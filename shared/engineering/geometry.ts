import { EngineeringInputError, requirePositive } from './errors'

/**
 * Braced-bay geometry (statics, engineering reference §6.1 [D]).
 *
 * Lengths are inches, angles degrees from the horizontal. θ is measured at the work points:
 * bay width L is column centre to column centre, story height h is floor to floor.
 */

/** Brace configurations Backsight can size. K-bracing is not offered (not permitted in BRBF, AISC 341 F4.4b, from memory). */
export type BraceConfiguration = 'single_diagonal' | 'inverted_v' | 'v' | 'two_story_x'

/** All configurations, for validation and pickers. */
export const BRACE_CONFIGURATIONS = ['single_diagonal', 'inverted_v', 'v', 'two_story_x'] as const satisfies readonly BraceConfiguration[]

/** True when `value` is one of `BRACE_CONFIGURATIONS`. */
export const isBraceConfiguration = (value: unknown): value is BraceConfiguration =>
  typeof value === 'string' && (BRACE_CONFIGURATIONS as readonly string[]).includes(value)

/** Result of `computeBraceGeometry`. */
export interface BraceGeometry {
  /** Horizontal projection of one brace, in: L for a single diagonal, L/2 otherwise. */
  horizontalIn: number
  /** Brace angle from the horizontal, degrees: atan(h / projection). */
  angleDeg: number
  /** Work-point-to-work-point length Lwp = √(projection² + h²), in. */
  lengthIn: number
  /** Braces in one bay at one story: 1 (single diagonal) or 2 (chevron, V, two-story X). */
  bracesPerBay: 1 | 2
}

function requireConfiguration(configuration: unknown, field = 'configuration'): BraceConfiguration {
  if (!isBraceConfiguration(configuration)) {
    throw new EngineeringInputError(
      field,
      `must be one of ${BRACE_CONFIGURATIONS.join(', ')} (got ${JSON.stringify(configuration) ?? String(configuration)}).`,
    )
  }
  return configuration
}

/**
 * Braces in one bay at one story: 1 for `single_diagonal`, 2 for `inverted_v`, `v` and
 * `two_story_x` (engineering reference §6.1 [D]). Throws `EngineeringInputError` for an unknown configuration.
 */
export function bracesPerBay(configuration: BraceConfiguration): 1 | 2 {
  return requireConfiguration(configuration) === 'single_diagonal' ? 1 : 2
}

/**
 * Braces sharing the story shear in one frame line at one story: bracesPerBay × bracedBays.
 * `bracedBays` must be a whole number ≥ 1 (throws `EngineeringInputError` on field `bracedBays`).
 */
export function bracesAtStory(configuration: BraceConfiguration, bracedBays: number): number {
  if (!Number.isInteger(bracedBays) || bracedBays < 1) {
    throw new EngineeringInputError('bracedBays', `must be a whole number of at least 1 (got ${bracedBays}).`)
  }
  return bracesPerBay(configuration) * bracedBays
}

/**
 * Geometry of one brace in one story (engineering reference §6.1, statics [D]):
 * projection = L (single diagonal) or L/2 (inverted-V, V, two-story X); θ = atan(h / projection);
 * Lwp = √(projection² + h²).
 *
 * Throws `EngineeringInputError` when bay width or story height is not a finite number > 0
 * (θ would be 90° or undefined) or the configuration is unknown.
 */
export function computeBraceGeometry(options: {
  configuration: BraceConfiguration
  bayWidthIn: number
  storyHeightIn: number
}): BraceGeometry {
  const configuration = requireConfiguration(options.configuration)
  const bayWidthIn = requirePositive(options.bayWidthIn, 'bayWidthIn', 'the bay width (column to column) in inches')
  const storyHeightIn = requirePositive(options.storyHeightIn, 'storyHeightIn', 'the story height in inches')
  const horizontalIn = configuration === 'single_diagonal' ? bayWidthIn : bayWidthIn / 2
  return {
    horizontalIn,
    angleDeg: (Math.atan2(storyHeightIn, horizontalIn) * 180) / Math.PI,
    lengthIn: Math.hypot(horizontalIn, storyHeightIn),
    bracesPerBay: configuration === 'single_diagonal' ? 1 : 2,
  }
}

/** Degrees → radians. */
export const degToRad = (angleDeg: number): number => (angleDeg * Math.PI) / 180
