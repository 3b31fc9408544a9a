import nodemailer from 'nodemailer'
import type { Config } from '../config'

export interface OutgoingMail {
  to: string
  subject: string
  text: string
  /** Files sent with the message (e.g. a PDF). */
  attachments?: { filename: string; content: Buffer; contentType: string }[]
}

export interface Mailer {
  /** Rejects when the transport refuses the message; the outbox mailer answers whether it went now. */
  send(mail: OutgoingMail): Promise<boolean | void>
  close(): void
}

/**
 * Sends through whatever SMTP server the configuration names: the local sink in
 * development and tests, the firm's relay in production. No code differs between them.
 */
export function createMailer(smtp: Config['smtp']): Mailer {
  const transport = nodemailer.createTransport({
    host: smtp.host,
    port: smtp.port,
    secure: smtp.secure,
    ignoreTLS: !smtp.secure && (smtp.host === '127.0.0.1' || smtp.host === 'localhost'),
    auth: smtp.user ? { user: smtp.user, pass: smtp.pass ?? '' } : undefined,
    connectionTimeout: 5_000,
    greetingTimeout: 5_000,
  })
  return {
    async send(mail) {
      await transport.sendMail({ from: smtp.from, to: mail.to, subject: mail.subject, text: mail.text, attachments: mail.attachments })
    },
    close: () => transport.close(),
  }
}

• Task to complete:
Only the lines of the data holding the string "when" are wanted; copy each of them.

• Answer to this task:
/** True when `value` is one of `BRACE_CONFIGURATIONS`. */
 * Throws `EngineeringInputError` when bay width or story height is not a finite number > 0
  /** Rejects when the transport refuses the message; the outbox mailer answers whether it went now. */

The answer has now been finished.